- **WHAT YOU SHOULD DO**
Should any entry look odd, write it out exactly anyway, along with all the rest.
■ ■ ■ ■
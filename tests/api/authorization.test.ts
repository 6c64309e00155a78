// Every role (and an anonymous visitor) against every route of shared/routes.ts. The expected
// answer comes from the same ability definition the server uses, so adding a route to the table
// adds it here automatically; a route whose handler is missing, or that the middleware lets
// through wrongly, fails. Status meanings: RFC 9110 sections 15.5.2 (401), 15.5.4 (403), 15.5.5 (404).
import { afterAll, beforeAll, describe, expect, it } from 'vitest';
import { defineAbilityFor } from '../../shared/abilities';
import { ROLES, type Role } from '../../shared/roles';
import { ROUTES, findRoute, type RouteDef } from '../../shared/routes';
import { errorBodySchema } from '../../shared/schemas/errors';
import { DEMO_USERS, startTestServer, type TestServer } from '../helpers/testServer';
import { ApiClient } from './apiClient';

let srv: TestServer;
const clients = new Map<Role | 'anonymous', ApiClient>();
const ids = new Map<Role, number>();

// Sign-out last, so it does not end the session the other requests use.
const ORDERED: RouteDef[] = [...(ROUTES as readonly RouteDef[])].sort(
  (a, b) => Number(a.method === 'DELETE' && a.path === '/api/session') - Number(b.method === 'DELETE' && b.path === '/api/session'),
);

beforeAll(async () => {
  srv = await startTestServer();
  clients.set('anonymous', new ApiClient(srv.url));
  for (const u of DEMO_USERS) {
    const c = new ApiClient(srv.url);
    const res = await c.signIn(u.email, u.password);
    expect(res.status).toBe(200);
    clients.set(u.role, c);
    ids.set(u.role, res.body.user.id);
  }
});
afterAll(() => srv?.close());

/** Fill path parameters with values that exist (a demo user id) or are well-formed. */
function concretePath(path: string): string {
  return path.replace(':id', String(ids.get('analyst'))).replace(':token', 'A'.repeat(43));
}

describe('the route table', () => {
  it('has unique method+path pairs and only /api paths', () => {
    const keys = ROUTES.map((r) => `${r.method} ${r.path}`);
    expect(new Set(keys).size).toBe(keys.length);
    for (const r of ROUTES) expect(r.path.startsWith('/api/')).toBe(true);
  });

  it('matches each concrete path back to its own entry', () => {
    for (const r of ROUTES) expect(findRoute(r.method, concretePath(r.path))).toBe(r);
  });

  it('refuses an /api path that is not in the table with a JSON 404', async () => {
    const res = await clients.get('admin')!.get('/api/no-such-thing');
    expect(res.status).toBe(404);
    expect(errorBodySchema.parse(res.body).error.code).toBe('not_found');
  });
});

// Facts from the agreed contract, checked independently of the table: admin manages users,
// every signed-in user reads their own account, nobody else may list users.
describe('the contract in a few fixed cases', () => {
  it.each(ROLES)('%s: GET /api/users is for admins only', async (role) => {
    const res = await clients.get(role)!.get('/api/users');
    expect(res.status).toBe(role === 'admin' ? 200 : 403);
  });
  it('anonymous: GET /api/users is 401, GET /api/health is 200', async () => {
    expect((await clients.get('anonymous')!.get('/api/users')).status).toBe(401);
    expect((await clients.get('anonymous')!.get('/api/health')).status).toBe(200);
  });
});

const who: (Role | 'anonymous')[] = ['anonymous', ...ROLES];
describe.each(who)('as %s', (role) => {
  it.each(ORDERED.map((r) => [`${r.method} ${r.path}`, r] as const))('%s is allowed or refused as the ability says', async (_name, route) => {
    const client = clients.get(role)!;
    const userId = role === 'anonymous' ? null : ids.get(role)!;
    const ability = defineAbilityFor(userId === null ? null : { id: userId, role: role as Role });
    const res = await client.request(route.method, concretePath(route.path), { body: route.method === 'GET' ? undefined : {} });

    // Never "no such route": the table and the handlers agree.
    if (res.status === 404) expect(res.body?.error?.message ?? '').not.toMatch(/^No API route/);
    // Always the uniform error body on failure.
    if (res.status >= 400) expect(errorBodySchema.safeParse(res.body).success).toBe(true);

    if (route.public) {
      expect([401, 403]).not.toContain(res.status);
    } else if (userId === null) {
      expect(res.status).toBe(401);
      expect(res.body.error.code).toBe('unauthenticated');
    } else if (ability.can(route.action, route.subject)) {
      expect([401, 403]).not.toContain(res.status);
    } else {
      expect(res.status).toBe(403);
      expect(res.body.error.code).toBe('forbidden');
    }
  });
});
■ ■ ■ ■
- **EXERCISE RESULT**
filename tests/api/authorization.test.ts
repository 6c64309e00155a78
// Every role (and an anonymous visitor) against every route of shared/routes.ts. The expected
// answer comes from the same ability definition the server uses, so adding a route to the table
// adds it here automatically; a route whose handler is missing, or that the middleware lets
// through wrongly, fails. Status meanings: RFC 9110 sections 15.5.2 (401), 15.5.4 (403), 15.5.5 (404).
import { afterAll, beforeAll, describe, expect, it } from 'vitest';
import { defineAbilityFor } from '../../shared/abilities';
import { ROLES, type Role } from '../../shared/roles';
import { ROUTES, findRoute, type RouteDef } from '../../shared/routes';
import { errorBodySchema } from '../../shared/schemas/errors';
import { DEMO_USERS, startTestServer, type TestServer } from '../helpers/testServer';
import { ApiClient } from './apiClient';

let srv: TestServer;
const clients = new Map<Role | 'anonymous', ApiClient>();
const ids = new Map<Role, number>();

// Sign-out last, so it does not end the session the other requests use.
const ORDERED: RouteDef[] = [...(ROUTES as readonly RouteDef[])].sort(
  (a, b) => Number(a.method === 'DELETE' && a.path === '/api/session') - Number(b.method === 'DELETE' && b.path === '/api/session'),
);

beforeAll(async () => {
  srv = await startTestServer();
  clients.set('anonymous', new ApiClient(srv.url));
  for (const u of DEMO_USERS) {
    const c = new ApiClient(srv.url);
    const res = await c.signIn(u.email, u.password);
    expect(res.status).toBe(200);
    clients.set(u.role, c);
    ids.set(u.role, res.body.user.id);
  }
});
afterAll(() => srv?.close());

/** Fill path parameters with values that exist (a demo user id) or are well-formed. */
function concretePath(path: string): string {
  return path.replace(':id', String(ids.get('analyst'))).replace(':token', 'A'.repeat(43));
}

describe('the route table', () => {
  it('has unique method+path pairs and only /api paths', () => {
    const keys = ROUTES.map((r) => `${r.method} ${r.path}`);
    expect(new Set(keys).size).toBe(keys.length);
    for (const r of ROUTES) expect(r.path.startsWith('/api/')).toBe(true);
  });

  it('matches each concrete path back to its own entry', () => {
    for (const r of ROUTES) expect(findRoute(r.method, concretePath(r.path))).toBe(r);
  });

  it('refuses an /api path that is not in the table with a JSON 404', async () => {
    const res = await clients.get('admin')!.get('/api/no-such-thing');
    expect(res.status).toBe(404);
    expect(errorBodySchema.parse(res.body).error.code).toBe('not_found');
  });
});

// Facts from the agreed contract, checked independently of the table: admin manages users,
// every signed-in user reads their own account, nobody else may list users.
describe('the contract in a few fixed cases', () => {
  it.each(ROLES)('%s: GET /api/users is for admins only', async (role) => {
    const res = await clients.get(role)!.get('/api/users');
    expect(res.status).toBe(role === 'admin' ? 200 : 403);
  });
  it('anonymous: GET /api/users is 401, GET /api/health is 200', async () => {
    expect((await clients.get('anonymous')!.get('/api/users')).status).toBe(401);
    expect((await clients.get('anonymous')!.get('/api/health')).status).toBe(200);
  });
});

const who: (Role | 'anonymous')[] = ['anonymous', ...ROLES];
describe.each(who)('as %s', (role) => {
  it.each(ORDERED.map((r) => [`${r.method} ${r.path}`, r] as const))('%s is allowed or refused as the ability says', async (_name, route) => {
    const client = clients.get(role)!;
    const userId = role === 'anonymous' ? null : ids.get(role)!;
    const ability = defineAbilityFor(userId === null ? null : { id: userId, role: role as Role });
    const res = await client.request(route.method, concretePath(route.path), { body: route.method === 'GET' ? undefined : {} });

    // Never "no such route": the table and the handlers agree.
    if (res.status === 404) expect(res.body?.error?.message ?? '').not.toMatch(/^No API route/);
    // Always the uniform error body on failure.
    if (res.status >= 400) expect(errorBodySchema.safeParse(res.body).success).toBe(true);

    if (route.public) {
      expect([401, 403]).not.toContain(res.status);
    } else if (userId === null) {
      expect(res.status).toBe(401);
      expect(res.body.error.code).toBe('unauthenticated');
    } else if (ability.can(route.action, route.subject)) {
      expect([401, 403]).not.toContain(res.status);
    } else {
      expect(res.status).toBe(403);
      expect(res.body.error.code).toBe('forbidden');
    }
  });
});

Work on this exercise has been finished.